▶ _Data extract_:
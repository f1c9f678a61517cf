#include "stipple/stats/chi_square.hpp"

#include <algorithm>
#include <cmath>

#include <gtest/gtest.h>

#include "stipple/error.hpp"

namespace stipple {
namespace {

TEST(PearsonGoodnessOfFit, EqualCellsWorkedExample) {
  // Source: ../shared/REFERENCES.md section 5 (SciPy chisquare): cells [3,1,4,1,5,9,2,6,5].
  const std::vector<std::uint64_t> observed{3, 1, 4, 1, 5, 9, 2, 6, 5};
  const std::vector<double> expected(9, 4.0);
  const ChiSquareTest t = pearson_goodness_of_fit(observed, expected);
  EXPECT_NEAR(t.statistic, 13.5, 1e-12);
  EXPECT_EQ(t.df, 8.0);
  EXPECT_NEAR(t.p_upper, 0.0957651, 1e-7);
  EXPECT_NEAR(t.p_lower, 0.9042349, 1e-7);
  EXPECT_NEAR(t.p_two_sided, 0.1915303, 1e-7);
  EXPECT_DOUBLE_EQ(t.min_expected, 4.0);
}

TEST(PearsonGoodnessOfFit, UnequalAreasWorkedExample) {
  // Source: REFERENCES.md section 5: areas [1, 0.5, 1.5], counts [12, 7, 11].
  const ChiSquareTest t = pearson_goodness_of_fit({12, 7, 11}, {10.0, 5.0, 15.0});
  EXPECT_NEAR(t.statistic, 2.266667, 1e-6);
  EXPECT_EQ(t.df, 2.0);
  EXPECT_NEAR(t.p_upper, 0.3219583, 1e-7);
  EXPECT_NEAR(t.p_upper, std::exp(-t.statistic / 2.0), 1e-12);  // chi-square, df 2
}

TEST(PearsonGoodnessOfFit, TailsAgreeWithChiSquareDistribution) {
  // For even df = 2m the chi-square upper tail has the closed form
  // exp(-x/2) * sum_{k<m} (x/2)^k / k! (the Poisson-chi-square relation; Abramowitz & Stegun
  // 1964, 26.4.21, from memory), independent of the Boost.Math code the implementation uses.
  for (const double x2 : {0.5, 3.0, 9.49, 20.0, 45.0}) {
    for (const int m : {1, 2, 3, 5}) {
      double term = 1.0;
      double sum = 0.0;
      for (int k = 0; k < m; ++k) {
        sum += term;
        term *= (x2 / 2.0) / (k + 1);
      }
      const double expected = std::exp(-x2 / 2.0) * sum;
      EXPECT_NEAR(chi_square_upper_tail(x2, 2.0 * m), expected, 1e-12 * std::max(1.0, expected))
          << "x2 " << x2 << ", df " << 2 * m;
      EXPECT_NEAR(chi_square_upper_tail(x2, 2.0 * m) / expected, 1.0, 1e-9) << "relative, x2 " << x2;
    }
  }
  // 9.487729 is the 95% point of chi-square with 4 df (common practice: every table).
  EXPECT_NEAR(chi_square_upper_tail(9.487729, 4.0), 0.05, 1e-7);
}

TEST(PearsonGoodnessOfFit, RefusesSingleCell) {
  EXPECT_THROW((void)pearson_goodness_of_fit({5}, {5.0}), AnalysisError);
}

TEST(PearsonContingency, WorkedExample) {
  // Source: REFERENCES.md section 5 (SciPy chi2_contingency): [[12,7,11],[8,13,9]].
  const ChiSquareTest t = pearson_contingency({{12, 7, 11}, {8, 13, 9}});
  EXPECT_NEAR(t.statistic, 2.8, 1e-12);
  EXPECT_EQ(t.df, 2.0);
  EXPECT_NEAR(t.p_upper, 0.2465970, 1e-7);
}

TEST(PearsonContingency, DropsEmptyRowsAndColumns) {
  const ChiSquareTest t = pearson_contingency({{12, 0, 7, 11}, {0, 0, 0, 0}, {8, 0, 13, 9}});
  EXPECT_NEAR(t.statistic, 2.8, 1e-12);
  EXPECT_EQ(t.df, 2.0);
}

TEST(MonteCarloPValue, AgreesWithChiSquareForLargeCounts) {
  // Common practice: with large expected counts the Monte Carlo p approaches the
  // chi-square p. 4999 draws: Monte Carlo SE about 0.007 at p = 0.32.
  Engine engine(1);
  const std::vector<std::uint64_t> counts{120, 70, 110};
  const std::vector<double> expected{100.0, 50.0, 150.0};
  const ChiSquareTest t = pearson_goodness_of_fit(counts, expected);
  const double mc = multinomial_monte_carlo(counts, expected, 4999, engine).upper;
  EXPECT_NEAR(mc, t.p_upper, 0.03);
}

TEST(MonteCarloPValue, ContingencyAgreesWithChiSquare) {
  Engine engine(2);
  const std::vector<std::vector<std::uint64_t>> table{{60, 35, 55}, {40, 65, 45}};
  const ChiSquareTest t = pearson_contingency(table);
  EXPECT_NEAR(contingency_monte_carlo_p(table, 4999, engine), t.p_upper, 0.02);
}

TEST(MonteCarloPValue, NeverZero) {
  // Source: Hope (1968): p = (1 + #extreme) / (N + 1) >= 1 / (N + 1).
  Engine engine(3);
  const double p = multinomial_monte_carlo({100, 0, 0}, {1.0, 1.0, 1.0}, 99, engine).upper;
  EXPECT_DOUBLE_EQ(p, 1.0 / 100.0);
}

}  // namespace
}  // namespace stipple
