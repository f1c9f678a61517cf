// parallel_for (internal): every task runs once, the first failure reaches the caller, and
// a thread that cannot be started leaves fewer threads, not a terminated process.

#include "detail/parallel.hpp"

#include <gtest/gtest.h>

#include <atomic>
#include <stdexcept>
#include <system_error>
#include <vector>

namespace stipple {
namespace {

TEST(ParallelFor, RunsEveryTaskOnceForAnyThreadCount) {
  for (const unsigned threads : {0U, 1U, 2U, 7U, 64U}) {
    std::vector<std::atomic<int>> runs(100);
    parallel_for(runs.size(), threads, [&](std::size_t i) { ++runs[i]; });
    for (const auto& r : runs) EXPECT_EQ(r.load(), 1) << threads << " threads";
  }
  parallel_for(0, 4, [](std::size_t) { FAIL() << "no task to run"; });
}

TEST(ParallelFor, RethrowsTheFirstFailureOnTheCallersThreadAfterAllThreadsStop) {
  std::atomic<int> running{0};
  try {
    parallel_for(1000, 4, [&](std::size_t i) {
      ++running;
      if (i == 10) {
        --running;
        throw std::runtime_error("task 10 failed");
      }
      --running;
    });
    FAIL() << "the failure was swallowed";
  } catch (const std::runtime_error& e) {
    EXPECT_STREQ(e.what(), "task 10 failed");
  }
  EXPECT_EQ(running.load(), 0);  // joined: nothing runs after the rethrow
}

// Starts the first `allowed` threads, then fails as a system out of threads does.
struct FailingStart {
  int* started;
  int allowed;
  template <typename Work>
  std::thread operator()(Work& work) const {
    if (*started >= allowed) throw std::system_error(std::make_error_code(std::errc::resource_unavailable_try_again));
    ++*started;
    return std::thread(std::ref(work));
  }
};

TEST(ParallelFor, AThreadThatCannotStartMeansFewerThreadsNotATerminatedProcess) {
  for (const int allowed : {0, 1, 2}) {
    int started = 0;
    std::vector<std::atomic<int>> runs(200);
    parallel_for(
        runs.size(), 8, [&](std::size_t i) { ++runs[i]; }, FailingStart{&started, allowed});
    EXPECT_EQ(started, allowed);
    for (const auto& r : runs) EXPECT_EQ(r.load(), 1) << allowed << " threads started";
  }
}

}  // namespace
}  // namespace stipple
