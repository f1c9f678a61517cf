# Installs the built tree into a fresh prefix, then configures, builds and runs the consumer
# project in examples/consumer against it. Run by CTest:
#   cmake -DBUILD_DIR=... -DSOURCE_DIR=... -DWORK_DIR=... -DSAMPLE=... -P consumer_test.cmake
foreach(var BUILD_DIR SOURCE_DIR WORK_DIR SAMPLE)
  if(NOT DEFINED ${var})
    message(FATAL_ERROR "consumer_test.cmake needs -D${var}=...")
  endif()
endforeach()
file(REMOVE_RECURSE "${WORK_DIR}")
set(prefix "${WORK_DIR}/prefix")

function(run)
  execute_process(COMMAND ${ARGN} RESULT_VARIABLE code OUTPUT_VARIABLE out ERROR_VARIABLE err)
  if(NOT code EQUAL 0)
    message(FATAL_ERROR "failed (${code}): ${ARGN}\n${out}\n${err}")
  endif()
  set(last_output "${out}" PARENT_SCOPE)
endfunction()

run(${CMAKE_COMMAND} --install "${BUILD_DIR}" --prefix "${prefix}")

# The exported package names no path of the source or build tree.
file(GLOB package_files "${prefix}/lib/cmake/stipple/*.cmake" "${prefix}/lib*/cmake/stipple/*.cmake")
if(NOT package_files)
  message(FATAL_ERROR "no CMake package files installed under ${prefix}/lib/cmake/stipple")
endif()
foreach(f ${package_files})
  file(READ "${f}" text)
  foreach(tree "${SOURCE_DIR}" "${BUILD_DIR}")
    string(FIND "${text}" "${tree}" at)
    if(NOT at EQUAL -1)
      message(FATAL_ERROR "${f} names the path ${tree}")
    endif()
  endforeach()
endforeach()
if(NOT EXISTS "${prefix}/include/stipple/version.hpp" OR NOT EXISTS "${prefix}/include/stipple/randomness/clark_evans.hpp")
  message(FATAL_ERROR "headers are not installed under ${prefix}/include/stipple")
endif()

run(${CMAKE_COMMAND} -S "${SOURCE_DIR}/examples/consumer" -B "${WORK_DIR}/build" "-DCMAKE_PREFIX_PATH=${prefix}"
    -DCMAKE_BUILD_TYPE=Release)
run(${CMAKE_COMMAND} --build "${WORK_DIR}/build" -j 2)

# The statistics alone link no GDAL, PROJ, cairo, NLopt or OpenSSL.
file(GLOB_RECURSE link_files "${WORK_DIR}/build/CMakeFiles/quadrat_density.dir/link.txt")
file(READ "${link_files}" link_line)
string(TOLOWER "${link_line}" link_line)
foreach(library gdal proj cairo nlopt ssl crypto)
  if(link_line MATCHES "${library}")
    message(FATAL_ERROR "stipple::stats brings ${library} into the link: ${link_line}")
  endif()
endforeach()

run("${WORK_DIR}/build/quadrat_density")
if(NOT last_output MATCHES "stipple [0-9]+\\.[0-9]+\\.[0-9]+" OR NOT last_output MATCHES "sedge: 17 in 0.3200 ha")
  message(FATAL_ERROR "quadrat_density printed:\n${last_output}")
endif()
run("${WORK_DIR}/build/read_and_estimate" "${SAMPLE}")
if(NOT last_output MATCHES "all [0-9.]+ per ha")
  message(FATAL_ERROR "read_and_estimate printed:\n${last_output}")
endif()
message(STATUS "consumer built and ran against ${prefix}")
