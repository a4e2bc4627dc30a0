"""Tests for the safe, line-aware recipe reader.

The independent reference for "what the data is" is PyYAML's own ``yaml.safe_load``; the
reference for scalar typing is the YAML 1.1 type repository (yaml.org/type/*.html).
Line numbers are asserted against documents written here, where they are known by
construction.
"""

from __future__ import annotations

import codecs
import math
import os

import pytest
import yaml

from soft_molds.errors import RecipeError
from soft_molds.recipe import yamlsource
from soft_molds.recipe.yamlsource import (
    MAX_DEPTH,
    MAX_EXPANDED_NODES,
    MAX_RECIPE_BYTES,
    Node,
    UnreadableFile,
    parse_recipe_text,
    read_recipe_file,
    read_yaml_file,
)

# Demo recipe from our own scenario: a greenhouse co-op's seedling-transplanting gripper.
# Field names are illustrative only; this layer does not know the schema.
GRIPPER = """\
# seedling gripper finger, cast in platinum-cure silicone, Shore A10
name: seedling-finger
mold:
  wall_mm: 3.0
  draft_deg: 1.0
  vents: [2.0, 2.0]
chambers: &ch
  count: 8
  pitch_mm: 6.5
voids:
  - shape: box
    pitch_mm: 6.5
  - shape: channel
    depth_mm: 2
notes: |
  fill from the bottom
spare:
  <<: *ch
  count: 4
inlet: null
flat: yes
"""


def _problems(excinfo: pytest.ExceptionInfo[RecipeError]) -> list[tuple]:
    return [(p.path, p.message, p.line) for p in excinfo.value.problems]


def test_nested_values_and_list_items_carry_their_source_lines():
    root = parse_recipe_text(GRIPPER)
    assert root.line == 2  # the comment on line 1 holds no value
    mold = root.value["mold"]
    assert mold.line == 4  # a block mapping starts at its first key, under "mold:"
    assert mold.value["wall_mm"].line == 4
    assert mold.value["draft_deg"].line == 5
    vents = mold.value["vents"]
    assert (vents.line, [v.line for v in vents.value]) == (6, [6, 6])
    voids = root.value["voids"].value
    assert [v.line for v in voids] == [11, 13]
    assert voids[1].value["depth_mm"].line == 14
    assert root.value["notes"].line == 15  # a block scalar starts at its indicator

▶ _Goal of the exercise_:
Search the listing above for the word "library", and copy every line that has it.

▶ _Task solution_:
foreach(library gdal proj cairo nlopt ssl crypto)
  if(link_line MATCHES "${library}")
    message(FATAL_ERROR "stipple::stats brings ${library} into the link: ${link_line}")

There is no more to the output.